Records from a data collection
==========

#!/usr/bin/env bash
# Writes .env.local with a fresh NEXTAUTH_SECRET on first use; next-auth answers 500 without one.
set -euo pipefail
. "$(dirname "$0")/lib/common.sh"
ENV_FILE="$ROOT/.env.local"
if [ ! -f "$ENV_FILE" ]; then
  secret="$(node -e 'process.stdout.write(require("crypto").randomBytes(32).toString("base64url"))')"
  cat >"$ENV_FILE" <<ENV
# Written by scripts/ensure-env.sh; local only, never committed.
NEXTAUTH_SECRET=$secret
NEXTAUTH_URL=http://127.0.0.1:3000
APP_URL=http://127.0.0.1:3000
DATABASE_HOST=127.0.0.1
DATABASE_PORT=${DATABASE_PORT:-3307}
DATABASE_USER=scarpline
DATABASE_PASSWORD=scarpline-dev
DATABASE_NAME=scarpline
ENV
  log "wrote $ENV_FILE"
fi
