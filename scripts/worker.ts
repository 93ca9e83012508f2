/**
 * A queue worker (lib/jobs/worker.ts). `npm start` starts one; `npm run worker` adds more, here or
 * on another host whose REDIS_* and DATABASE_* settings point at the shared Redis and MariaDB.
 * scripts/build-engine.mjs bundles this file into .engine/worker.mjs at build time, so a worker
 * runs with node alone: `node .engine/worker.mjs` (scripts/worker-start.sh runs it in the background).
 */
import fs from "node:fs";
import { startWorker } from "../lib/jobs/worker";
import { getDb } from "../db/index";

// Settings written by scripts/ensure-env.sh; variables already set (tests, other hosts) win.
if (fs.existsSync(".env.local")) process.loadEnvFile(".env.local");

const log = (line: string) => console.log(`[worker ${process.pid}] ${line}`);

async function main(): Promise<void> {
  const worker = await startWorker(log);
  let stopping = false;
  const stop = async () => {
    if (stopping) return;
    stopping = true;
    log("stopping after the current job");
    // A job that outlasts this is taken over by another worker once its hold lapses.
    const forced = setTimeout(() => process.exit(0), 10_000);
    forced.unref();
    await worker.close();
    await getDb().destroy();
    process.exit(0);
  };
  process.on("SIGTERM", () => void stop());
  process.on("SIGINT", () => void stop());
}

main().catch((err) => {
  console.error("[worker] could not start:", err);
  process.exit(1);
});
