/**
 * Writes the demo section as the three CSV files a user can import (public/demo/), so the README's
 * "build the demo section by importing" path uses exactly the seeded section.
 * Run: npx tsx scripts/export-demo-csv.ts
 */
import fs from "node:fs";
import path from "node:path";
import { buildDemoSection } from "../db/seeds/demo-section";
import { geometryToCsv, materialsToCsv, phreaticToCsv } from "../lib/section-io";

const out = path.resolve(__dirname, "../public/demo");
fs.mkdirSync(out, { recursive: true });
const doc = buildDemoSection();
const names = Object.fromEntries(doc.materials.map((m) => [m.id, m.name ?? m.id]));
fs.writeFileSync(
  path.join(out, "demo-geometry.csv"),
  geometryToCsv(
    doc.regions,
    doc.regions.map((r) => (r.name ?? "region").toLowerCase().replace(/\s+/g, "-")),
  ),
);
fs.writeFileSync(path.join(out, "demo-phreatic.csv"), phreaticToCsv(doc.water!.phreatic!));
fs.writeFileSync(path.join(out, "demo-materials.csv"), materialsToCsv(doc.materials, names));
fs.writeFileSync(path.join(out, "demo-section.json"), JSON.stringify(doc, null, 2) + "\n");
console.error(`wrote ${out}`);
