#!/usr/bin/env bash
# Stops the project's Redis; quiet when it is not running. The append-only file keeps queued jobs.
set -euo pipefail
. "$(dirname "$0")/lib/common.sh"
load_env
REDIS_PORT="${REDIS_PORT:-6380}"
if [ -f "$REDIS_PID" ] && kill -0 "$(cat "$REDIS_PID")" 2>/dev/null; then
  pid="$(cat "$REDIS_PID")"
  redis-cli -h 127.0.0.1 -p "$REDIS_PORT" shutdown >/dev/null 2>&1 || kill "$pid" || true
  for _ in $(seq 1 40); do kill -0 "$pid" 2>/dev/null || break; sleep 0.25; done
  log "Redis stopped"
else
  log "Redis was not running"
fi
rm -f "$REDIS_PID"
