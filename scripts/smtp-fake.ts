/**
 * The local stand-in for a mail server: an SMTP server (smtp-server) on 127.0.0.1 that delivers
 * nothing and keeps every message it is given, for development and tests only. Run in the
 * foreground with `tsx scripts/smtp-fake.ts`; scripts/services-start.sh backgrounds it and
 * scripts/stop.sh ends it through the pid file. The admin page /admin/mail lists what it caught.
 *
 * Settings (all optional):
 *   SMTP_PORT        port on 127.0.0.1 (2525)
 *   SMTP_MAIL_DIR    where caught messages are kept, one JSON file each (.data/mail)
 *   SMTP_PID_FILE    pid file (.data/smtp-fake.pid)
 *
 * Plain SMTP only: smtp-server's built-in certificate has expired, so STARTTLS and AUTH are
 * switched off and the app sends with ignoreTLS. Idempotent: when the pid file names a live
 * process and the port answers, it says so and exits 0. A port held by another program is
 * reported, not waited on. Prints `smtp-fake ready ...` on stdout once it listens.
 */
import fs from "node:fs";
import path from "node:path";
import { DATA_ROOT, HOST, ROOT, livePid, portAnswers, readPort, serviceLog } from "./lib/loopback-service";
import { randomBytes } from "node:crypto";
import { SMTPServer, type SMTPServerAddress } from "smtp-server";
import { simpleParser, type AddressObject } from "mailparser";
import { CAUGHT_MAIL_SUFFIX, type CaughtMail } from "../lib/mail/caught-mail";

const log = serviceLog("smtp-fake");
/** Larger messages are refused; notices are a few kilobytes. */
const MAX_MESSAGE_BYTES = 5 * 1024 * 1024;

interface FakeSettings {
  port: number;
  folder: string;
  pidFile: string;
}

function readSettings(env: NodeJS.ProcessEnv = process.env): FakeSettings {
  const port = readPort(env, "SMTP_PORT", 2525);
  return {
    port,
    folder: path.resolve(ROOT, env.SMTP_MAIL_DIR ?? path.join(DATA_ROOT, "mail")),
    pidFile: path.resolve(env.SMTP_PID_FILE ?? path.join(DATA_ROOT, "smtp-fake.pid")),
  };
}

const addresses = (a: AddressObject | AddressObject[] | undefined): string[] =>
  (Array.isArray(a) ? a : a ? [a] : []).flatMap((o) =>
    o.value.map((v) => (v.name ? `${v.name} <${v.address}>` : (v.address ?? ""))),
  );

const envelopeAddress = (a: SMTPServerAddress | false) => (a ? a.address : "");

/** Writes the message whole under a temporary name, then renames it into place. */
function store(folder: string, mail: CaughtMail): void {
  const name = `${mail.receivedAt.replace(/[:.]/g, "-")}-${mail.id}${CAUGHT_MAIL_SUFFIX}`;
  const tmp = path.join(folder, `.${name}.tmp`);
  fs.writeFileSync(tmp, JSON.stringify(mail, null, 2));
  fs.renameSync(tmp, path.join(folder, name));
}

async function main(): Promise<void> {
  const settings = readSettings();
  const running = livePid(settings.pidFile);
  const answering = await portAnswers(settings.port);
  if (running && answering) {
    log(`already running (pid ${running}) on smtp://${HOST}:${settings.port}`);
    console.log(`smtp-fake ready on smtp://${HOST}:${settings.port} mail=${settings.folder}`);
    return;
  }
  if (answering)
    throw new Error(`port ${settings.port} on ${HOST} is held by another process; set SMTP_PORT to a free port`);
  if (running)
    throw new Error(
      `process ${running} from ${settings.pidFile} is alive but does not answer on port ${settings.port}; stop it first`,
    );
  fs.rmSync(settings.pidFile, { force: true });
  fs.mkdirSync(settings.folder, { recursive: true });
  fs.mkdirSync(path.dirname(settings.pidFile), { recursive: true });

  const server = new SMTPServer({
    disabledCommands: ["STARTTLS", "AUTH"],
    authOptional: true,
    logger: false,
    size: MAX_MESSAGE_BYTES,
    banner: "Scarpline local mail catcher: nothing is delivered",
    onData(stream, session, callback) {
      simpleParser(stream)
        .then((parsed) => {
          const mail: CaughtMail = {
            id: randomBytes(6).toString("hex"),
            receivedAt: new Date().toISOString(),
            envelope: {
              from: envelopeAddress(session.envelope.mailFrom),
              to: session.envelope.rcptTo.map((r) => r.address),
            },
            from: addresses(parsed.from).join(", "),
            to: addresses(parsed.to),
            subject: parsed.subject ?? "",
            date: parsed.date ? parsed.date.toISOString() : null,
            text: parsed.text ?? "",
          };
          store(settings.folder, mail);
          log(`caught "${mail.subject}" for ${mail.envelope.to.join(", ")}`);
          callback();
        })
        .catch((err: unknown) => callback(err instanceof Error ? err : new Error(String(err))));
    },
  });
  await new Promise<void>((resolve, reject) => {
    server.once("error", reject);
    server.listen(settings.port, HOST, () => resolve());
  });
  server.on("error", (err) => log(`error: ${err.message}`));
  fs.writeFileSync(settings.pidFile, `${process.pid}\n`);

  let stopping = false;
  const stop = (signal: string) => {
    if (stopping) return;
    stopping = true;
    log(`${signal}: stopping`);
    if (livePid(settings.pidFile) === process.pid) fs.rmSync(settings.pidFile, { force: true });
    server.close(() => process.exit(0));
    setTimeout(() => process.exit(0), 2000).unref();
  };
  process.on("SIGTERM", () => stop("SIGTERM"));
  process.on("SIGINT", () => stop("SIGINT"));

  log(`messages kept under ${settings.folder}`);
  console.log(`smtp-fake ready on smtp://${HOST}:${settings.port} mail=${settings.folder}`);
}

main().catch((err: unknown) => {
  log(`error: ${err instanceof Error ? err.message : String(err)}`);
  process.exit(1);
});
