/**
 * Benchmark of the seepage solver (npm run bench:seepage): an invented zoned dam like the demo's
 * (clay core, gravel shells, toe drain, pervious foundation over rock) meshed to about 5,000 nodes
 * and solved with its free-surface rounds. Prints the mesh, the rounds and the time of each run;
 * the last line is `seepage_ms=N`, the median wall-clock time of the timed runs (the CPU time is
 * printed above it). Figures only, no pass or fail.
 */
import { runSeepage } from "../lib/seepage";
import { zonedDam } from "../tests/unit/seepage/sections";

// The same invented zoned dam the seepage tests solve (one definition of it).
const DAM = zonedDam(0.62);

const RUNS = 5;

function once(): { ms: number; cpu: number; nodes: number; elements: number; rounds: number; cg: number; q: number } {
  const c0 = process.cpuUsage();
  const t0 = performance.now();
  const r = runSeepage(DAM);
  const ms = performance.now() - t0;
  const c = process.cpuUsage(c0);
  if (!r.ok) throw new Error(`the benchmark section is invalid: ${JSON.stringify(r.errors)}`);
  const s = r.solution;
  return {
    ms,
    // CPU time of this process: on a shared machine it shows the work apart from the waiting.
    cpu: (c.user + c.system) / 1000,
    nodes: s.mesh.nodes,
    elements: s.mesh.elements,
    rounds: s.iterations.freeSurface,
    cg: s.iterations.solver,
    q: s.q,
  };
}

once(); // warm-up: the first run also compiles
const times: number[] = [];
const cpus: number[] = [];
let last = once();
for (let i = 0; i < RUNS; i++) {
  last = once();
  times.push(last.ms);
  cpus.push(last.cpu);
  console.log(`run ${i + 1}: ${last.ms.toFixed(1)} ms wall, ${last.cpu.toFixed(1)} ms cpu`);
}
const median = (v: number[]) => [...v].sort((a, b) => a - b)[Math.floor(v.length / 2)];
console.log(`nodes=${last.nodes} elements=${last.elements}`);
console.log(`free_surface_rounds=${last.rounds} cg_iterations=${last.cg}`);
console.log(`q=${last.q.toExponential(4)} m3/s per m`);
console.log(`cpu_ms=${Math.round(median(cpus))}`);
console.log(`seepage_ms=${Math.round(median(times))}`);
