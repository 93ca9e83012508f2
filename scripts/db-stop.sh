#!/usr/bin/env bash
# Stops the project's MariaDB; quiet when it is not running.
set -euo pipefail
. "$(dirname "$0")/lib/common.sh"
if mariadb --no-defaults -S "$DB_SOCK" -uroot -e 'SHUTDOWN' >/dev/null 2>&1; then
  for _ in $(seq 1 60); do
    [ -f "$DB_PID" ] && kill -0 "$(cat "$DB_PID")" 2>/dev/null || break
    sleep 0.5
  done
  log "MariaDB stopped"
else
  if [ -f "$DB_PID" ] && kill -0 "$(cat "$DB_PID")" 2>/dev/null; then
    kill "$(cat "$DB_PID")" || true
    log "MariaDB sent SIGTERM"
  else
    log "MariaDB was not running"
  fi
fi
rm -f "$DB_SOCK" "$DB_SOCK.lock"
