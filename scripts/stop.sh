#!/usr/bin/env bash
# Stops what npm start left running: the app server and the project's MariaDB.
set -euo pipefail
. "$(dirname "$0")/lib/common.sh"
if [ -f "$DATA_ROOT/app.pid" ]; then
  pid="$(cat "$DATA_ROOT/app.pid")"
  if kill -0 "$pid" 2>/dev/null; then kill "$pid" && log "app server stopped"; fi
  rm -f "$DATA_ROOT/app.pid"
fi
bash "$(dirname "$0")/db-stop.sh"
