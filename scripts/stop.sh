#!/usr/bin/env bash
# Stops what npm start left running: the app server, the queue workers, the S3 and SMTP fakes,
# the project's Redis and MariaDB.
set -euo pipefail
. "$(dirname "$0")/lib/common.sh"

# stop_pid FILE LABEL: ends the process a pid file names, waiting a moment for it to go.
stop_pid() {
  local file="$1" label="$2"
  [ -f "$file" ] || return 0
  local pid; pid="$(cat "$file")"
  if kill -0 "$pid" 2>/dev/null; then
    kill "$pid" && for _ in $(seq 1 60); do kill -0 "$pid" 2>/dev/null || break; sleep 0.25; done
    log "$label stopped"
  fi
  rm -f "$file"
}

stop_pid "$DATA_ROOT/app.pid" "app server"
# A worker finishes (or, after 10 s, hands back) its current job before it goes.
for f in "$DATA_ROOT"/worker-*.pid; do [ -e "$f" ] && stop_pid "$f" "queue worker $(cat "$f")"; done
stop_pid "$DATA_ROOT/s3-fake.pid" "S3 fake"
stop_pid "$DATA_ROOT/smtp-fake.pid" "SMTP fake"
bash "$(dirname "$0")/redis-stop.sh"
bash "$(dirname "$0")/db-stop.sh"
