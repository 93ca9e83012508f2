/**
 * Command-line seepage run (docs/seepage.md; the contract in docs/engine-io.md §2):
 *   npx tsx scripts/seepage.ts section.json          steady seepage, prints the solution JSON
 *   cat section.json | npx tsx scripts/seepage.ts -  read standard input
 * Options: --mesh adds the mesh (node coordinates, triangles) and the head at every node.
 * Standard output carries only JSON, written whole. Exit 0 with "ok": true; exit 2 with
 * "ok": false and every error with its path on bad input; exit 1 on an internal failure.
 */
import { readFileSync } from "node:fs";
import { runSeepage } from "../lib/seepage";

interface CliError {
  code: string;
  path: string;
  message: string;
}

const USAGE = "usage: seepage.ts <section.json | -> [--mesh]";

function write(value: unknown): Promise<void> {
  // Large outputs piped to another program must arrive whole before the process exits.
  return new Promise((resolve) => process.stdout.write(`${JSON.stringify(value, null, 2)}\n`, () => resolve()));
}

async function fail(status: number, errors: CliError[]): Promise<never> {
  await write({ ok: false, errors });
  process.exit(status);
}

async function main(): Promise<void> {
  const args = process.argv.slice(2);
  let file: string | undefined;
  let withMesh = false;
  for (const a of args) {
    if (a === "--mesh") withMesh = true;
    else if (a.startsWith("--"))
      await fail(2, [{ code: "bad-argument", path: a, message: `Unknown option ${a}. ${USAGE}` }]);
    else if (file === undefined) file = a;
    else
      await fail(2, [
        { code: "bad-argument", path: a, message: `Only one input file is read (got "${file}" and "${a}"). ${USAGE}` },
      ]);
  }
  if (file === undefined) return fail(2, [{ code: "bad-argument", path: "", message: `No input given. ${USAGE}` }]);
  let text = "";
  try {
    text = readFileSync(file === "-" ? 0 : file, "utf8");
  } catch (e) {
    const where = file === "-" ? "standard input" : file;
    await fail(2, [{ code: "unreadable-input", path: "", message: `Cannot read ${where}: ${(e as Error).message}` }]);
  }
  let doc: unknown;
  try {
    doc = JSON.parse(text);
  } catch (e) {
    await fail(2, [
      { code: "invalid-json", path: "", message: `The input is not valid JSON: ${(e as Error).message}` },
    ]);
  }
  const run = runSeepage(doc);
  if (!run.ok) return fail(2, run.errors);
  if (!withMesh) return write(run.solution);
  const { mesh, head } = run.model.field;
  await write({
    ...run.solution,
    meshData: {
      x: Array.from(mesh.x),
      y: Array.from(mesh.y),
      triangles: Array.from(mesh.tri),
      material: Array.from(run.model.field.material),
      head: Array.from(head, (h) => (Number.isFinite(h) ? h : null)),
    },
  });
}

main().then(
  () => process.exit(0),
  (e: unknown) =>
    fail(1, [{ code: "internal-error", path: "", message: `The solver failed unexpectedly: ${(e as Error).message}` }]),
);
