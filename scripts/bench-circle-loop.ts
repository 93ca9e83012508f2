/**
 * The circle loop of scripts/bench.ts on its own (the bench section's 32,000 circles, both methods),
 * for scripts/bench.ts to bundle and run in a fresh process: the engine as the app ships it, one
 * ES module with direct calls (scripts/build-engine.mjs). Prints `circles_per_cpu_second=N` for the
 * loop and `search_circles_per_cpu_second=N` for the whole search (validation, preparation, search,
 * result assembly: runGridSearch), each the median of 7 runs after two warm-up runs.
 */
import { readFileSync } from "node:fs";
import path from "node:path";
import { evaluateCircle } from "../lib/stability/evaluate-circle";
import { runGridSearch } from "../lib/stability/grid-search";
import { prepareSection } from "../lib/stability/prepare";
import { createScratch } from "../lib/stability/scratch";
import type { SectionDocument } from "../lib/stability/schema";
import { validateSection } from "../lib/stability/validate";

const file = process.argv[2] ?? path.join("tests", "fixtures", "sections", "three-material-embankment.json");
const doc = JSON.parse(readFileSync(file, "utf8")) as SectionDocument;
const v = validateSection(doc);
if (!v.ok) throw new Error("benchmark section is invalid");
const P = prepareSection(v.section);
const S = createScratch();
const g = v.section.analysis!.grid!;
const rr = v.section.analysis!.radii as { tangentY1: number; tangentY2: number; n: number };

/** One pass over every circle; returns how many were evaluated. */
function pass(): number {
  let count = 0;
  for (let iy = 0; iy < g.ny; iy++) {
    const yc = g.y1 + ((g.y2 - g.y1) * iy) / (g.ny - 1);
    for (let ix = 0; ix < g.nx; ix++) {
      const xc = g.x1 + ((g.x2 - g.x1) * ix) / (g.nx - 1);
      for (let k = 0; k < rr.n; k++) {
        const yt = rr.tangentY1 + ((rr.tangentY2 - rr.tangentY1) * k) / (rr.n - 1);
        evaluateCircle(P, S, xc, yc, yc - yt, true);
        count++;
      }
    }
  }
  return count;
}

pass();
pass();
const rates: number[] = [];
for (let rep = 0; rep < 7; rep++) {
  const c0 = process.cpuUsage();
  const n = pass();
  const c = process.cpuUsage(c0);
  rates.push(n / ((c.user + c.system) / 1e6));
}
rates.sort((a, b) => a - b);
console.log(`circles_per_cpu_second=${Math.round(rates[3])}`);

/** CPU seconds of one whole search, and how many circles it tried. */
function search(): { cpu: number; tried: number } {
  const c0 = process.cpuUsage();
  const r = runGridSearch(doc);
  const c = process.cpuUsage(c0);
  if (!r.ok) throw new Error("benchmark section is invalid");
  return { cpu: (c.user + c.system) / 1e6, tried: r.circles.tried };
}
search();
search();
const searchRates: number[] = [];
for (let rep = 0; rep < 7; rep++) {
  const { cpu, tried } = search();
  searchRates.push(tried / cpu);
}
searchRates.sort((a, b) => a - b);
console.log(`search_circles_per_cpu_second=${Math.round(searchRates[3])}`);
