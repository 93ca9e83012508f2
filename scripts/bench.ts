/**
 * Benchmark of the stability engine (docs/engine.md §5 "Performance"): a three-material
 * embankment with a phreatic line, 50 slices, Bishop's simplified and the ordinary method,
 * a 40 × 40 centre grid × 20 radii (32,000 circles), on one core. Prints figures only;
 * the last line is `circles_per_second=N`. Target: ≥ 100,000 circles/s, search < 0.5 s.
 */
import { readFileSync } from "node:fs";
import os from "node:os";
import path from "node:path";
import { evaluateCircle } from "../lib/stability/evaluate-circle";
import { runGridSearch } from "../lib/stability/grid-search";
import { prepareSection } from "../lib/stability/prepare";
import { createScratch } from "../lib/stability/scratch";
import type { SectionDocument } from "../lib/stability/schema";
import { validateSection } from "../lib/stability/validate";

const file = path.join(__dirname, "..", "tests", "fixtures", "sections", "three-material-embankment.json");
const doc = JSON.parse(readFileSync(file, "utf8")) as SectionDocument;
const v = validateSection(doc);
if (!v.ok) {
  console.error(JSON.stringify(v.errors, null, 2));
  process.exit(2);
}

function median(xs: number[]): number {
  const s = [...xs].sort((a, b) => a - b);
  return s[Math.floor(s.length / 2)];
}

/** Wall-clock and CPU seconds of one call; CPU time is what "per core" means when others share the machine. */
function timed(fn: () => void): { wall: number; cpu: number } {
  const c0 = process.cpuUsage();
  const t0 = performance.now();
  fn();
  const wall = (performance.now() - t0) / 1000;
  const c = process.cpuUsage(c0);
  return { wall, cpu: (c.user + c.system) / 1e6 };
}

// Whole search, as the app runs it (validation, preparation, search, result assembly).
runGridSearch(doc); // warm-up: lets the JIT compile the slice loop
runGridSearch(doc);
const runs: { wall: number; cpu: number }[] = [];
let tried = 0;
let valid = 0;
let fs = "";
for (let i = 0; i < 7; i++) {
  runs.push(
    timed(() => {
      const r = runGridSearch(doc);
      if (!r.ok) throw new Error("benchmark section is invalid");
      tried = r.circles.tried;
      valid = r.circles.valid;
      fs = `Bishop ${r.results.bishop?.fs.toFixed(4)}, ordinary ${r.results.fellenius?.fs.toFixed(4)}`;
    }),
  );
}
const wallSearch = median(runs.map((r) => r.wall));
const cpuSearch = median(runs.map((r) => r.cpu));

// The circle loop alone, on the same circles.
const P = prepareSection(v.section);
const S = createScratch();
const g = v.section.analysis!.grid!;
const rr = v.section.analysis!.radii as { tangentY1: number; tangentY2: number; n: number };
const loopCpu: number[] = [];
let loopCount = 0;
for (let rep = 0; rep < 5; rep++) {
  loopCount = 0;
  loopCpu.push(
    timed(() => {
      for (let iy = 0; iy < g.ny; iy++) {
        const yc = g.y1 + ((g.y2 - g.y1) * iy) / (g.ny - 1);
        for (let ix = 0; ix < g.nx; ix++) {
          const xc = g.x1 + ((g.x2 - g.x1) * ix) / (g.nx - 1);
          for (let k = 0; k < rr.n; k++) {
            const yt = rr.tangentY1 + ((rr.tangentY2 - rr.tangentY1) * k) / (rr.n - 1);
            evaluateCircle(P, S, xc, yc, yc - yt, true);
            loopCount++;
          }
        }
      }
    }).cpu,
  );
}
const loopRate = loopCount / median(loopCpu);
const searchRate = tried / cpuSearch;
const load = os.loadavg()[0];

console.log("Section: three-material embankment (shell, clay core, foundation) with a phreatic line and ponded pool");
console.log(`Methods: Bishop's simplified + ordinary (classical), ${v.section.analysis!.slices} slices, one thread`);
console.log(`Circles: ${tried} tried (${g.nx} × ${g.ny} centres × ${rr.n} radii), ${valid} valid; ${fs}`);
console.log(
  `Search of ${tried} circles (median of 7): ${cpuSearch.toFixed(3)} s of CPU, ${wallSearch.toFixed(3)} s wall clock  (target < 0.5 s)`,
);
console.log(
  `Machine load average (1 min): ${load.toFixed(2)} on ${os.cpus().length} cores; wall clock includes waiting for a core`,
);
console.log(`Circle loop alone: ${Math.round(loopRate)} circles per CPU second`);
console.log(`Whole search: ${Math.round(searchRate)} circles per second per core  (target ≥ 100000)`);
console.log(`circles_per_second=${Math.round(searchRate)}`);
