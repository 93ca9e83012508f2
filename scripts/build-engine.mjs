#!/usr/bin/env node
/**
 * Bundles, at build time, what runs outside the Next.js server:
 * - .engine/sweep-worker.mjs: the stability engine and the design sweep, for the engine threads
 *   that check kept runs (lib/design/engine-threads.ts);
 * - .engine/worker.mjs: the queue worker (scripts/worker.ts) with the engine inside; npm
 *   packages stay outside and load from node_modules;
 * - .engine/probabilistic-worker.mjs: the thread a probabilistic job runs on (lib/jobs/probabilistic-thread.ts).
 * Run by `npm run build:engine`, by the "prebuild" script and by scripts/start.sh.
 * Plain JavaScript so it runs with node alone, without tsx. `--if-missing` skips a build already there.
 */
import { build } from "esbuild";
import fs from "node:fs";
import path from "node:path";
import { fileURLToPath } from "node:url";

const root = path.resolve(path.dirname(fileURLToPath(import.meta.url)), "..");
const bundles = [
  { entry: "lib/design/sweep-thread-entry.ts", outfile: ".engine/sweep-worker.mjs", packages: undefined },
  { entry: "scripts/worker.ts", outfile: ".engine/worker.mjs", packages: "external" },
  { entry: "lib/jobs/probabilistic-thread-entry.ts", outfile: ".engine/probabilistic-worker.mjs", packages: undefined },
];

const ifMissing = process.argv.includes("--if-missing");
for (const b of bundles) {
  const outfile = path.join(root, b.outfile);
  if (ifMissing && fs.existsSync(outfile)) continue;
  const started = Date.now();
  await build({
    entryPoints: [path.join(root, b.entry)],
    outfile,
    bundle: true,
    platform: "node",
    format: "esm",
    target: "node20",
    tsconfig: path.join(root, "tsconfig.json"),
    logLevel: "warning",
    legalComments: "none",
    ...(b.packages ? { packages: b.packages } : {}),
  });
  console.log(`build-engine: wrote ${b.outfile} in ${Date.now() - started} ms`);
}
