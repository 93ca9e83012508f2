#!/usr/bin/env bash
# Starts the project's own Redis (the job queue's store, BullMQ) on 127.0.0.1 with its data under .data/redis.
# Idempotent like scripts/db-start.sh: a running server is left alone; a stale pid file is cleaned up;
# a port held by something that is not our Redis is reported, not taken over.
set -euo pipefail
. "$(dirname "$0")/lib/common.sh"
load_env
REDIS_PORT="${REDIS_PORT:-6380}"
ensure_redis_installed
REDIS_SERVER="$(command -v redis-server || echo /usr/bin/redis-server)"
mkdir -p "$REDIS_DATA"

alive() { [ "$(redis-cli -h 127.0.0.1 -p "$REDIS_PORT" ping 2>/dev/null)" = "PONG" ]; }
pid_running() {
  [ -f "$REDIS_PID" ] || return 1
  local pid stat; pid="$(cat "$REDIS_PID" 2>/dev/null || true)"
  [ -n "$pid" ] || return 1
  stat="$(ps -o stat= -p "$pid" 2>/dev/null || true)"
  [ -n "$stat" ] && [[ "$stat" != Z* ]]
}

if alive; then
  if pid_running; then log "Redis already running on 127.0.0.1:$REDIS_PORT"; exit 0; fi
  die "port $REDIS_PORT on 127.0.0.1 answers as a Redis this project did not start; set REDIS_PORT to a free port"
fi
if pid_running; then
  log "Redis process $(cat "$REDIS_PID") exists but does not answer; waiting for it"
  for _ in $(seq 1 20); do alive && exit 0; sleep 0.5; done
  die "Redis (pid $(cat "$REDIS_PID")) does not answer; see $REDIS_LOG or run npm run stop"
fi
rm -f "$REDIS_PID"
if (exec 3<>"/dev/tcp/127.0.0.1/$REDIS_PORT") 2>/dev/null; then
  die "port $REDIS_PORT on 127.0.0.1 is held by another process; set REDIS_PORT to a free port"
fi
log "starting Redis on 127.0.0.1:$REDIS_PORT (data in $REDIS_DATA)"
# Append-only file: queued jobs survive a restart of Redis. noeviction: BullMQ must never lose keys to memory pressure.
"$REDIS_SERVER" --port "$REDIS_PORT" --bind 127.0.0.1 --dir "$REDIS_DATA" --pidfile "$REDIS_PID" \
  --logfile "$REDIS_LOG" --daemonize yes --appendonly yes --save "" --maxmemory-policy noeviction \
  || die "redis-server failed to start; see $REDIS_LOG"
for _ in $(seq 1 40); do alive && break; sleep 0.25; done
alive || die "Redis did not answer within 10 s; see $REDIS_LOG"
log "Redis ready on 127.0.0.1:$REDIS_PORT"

==========

Problem description
Please show each line in the records above that contains "field".

Your response
  const { mesh, head } = run.model.field;
      material: Array.from(run.model.field.material),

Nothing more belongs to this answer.